Войска стояли в обороне, сдерживая жестокие атаки немецкой армии. Пока удавалось удерживать позиции, но в любой момент могло начаться отступление. С большим количеством раненых госпиталь рисковал быть захваченным в плен. Поэтому Воинов требовал, чтобы ни один раненый не находился здесь дольше, чем необходимо.

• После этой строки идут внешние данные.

// Sizing a three-axis cage for a null goal on top of a declared ambient field: the search
// spaces the pairs and solves the currents so the residual stays within tolerance.
#include <catch2/catch.hpp>

#include "coilwright/config.hpp"
#include "coilwright/search.hpp"

using namespace coilwright;

TEST_CASE("a searched cage nulls an Earth-like field to its tolerance", "[search][null]") {
  // 25–65 uT is the commonly quoted range of the geomagnetic field; this one is 50 uT.
  const Model m = parse_model(R"(
[[circuit]]
name = "x"
current = { min = "-3 A", max = "3 A" }
[[circuit]]
name = "y"
current = { min = "-3 A", max = "3 A" }
[[circuit]]
name = "z"
current = { min = "-3 A", max = "3 A" }
[[coil]]
name = "x-pair"
shape = "rectangle"
circuit = "x"
centre = ["0 m", "0 m", "0 m"]
axis = [1, 0, 0]
width_axis = [0, 1, 0]
turns = 30
width = "1.0 m"
height = "1.0 m"
separation = { start = "350 mm", min = "250 mm", max = "800 mm" }
[[coil]]
name = "y-pair"
shape = "rectangle"
circuit = "y"
centre = ["0 m", "0 m", "0 m"]
axis = [0, 1, 0]
width_axis = [0, 0, 1]
turns = 30
width = "1.06 m"
height = "1.06 m"
separation = { start = "800 mm", min = "250 mm", max = "850 mm" }
[[coil]]
name = "z-pair"
shape = "rectangle"
circuit = "z"
centre = ["0 m", "0 m", "0 m"]
axis = [0, 0, 1]
width_axis = [1, 0, 0]
turns = 30
width = "1.12 m"
height = "1.12 m"
separation = { start = "400 mm", min = "250 mm", max = "900 mm" }
[target]
region = "sphere"
centre = ["0 m", "0 m", "0 m"]
axis = [0, 0, 1]
radius = "100 mm"
goal = "null"
tolerance = "50 nT"
resolution = 6
[target.ambient]
uniform = ["18 uT", "-4 uT", "-46 uT"]
gradient = [["0 T/m", "0 T/m", "0 T/m"], ["0 T/m", "0 T/m", "0 T/m"], ["0 T/m", "0 T/m", "0 T/m"]]
[search]
objective = "worst"
seed = 2
starts = 3
designs = 1
max_evaluations = 1500
)", "cage-null-search.toml");
  const SearchSummary s = run_search(m);
  const Design& d = s.designs.front();
  REQUIRE(d.constraints.feasible());
  INFO("worst residual " << d.metrics.worst_absolute_deviation_T << " T");
  CHECK(d.metrics.worst_absolute_deviation_T <= 50e-9);
  CHECK(d.metrics.meets_tolerance());
  // The residual at the centre is far below the ambient it cancels.
  CHECK(d.metrics.centre_field_T.norm() < 1e-3 * 50e-6);
}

Но с обеспечением была просто беда. Волей-неволей Воинову пришлось снять свой запрет на отлучки Элеоноры из части, и теперь она много времени проводила в разъездах, требуя у медицинского начальства марлю и лекарства, а у штаба армии — подводы для раненых. Она даже выучилась ездить верхом по-мужски и скандалить, если ей чего-то не давали. Упрекая себя в малодушии, девушка даже радовалась этим разъездам, потому что работать стало невыносимо тяжело. Видеть истекающие кровью тела, слышать крики боли, которую они были не в силах облегчить…
Отсутствие обезболивающих становилось самой насущной проблемой. Приходилось спасаться водкой и спиртом, которые, конечно, не могли заменить эфир и хлороформ.
Особенно страшным был случай с одним молодым солдатом. На сортировке Демидыч быстро поставил ему диагноз — ранение кишки. По законам полевой хирургии они могли просто передать мальчика военно-полевому госпиталю, но подвода с ранеными только что уехала, а следующая ожидалась лишь через несколько часов. Ждать столько времени раненый не мог, и обычно Воинов без колебаний брал таких на операционный стол.
Но в лазарете оставалась последняя ампула морфия, и хирург колебался.
— Я причиню ему жуткие мучения, — сказал он Элеоноре, — а он все равно умрет. Наверное, я не имею права усугублять его страдания.
— Да как вы можете так говорить! — воскликнула девушка. — Даже я вижу, что единственная возможность спасти эту жизнь — немедленная операция!
Воинов как-то странно посмотрел на нее.
— И после этого вы будете убеждать меня в том, что вы не мужчина в юбке? — хмуро поинтересовался он. — Берите раненого в операционную. Зовите двух санитаров, чтобы они держали ему руки и ноги, а сами готовьтесь помогать.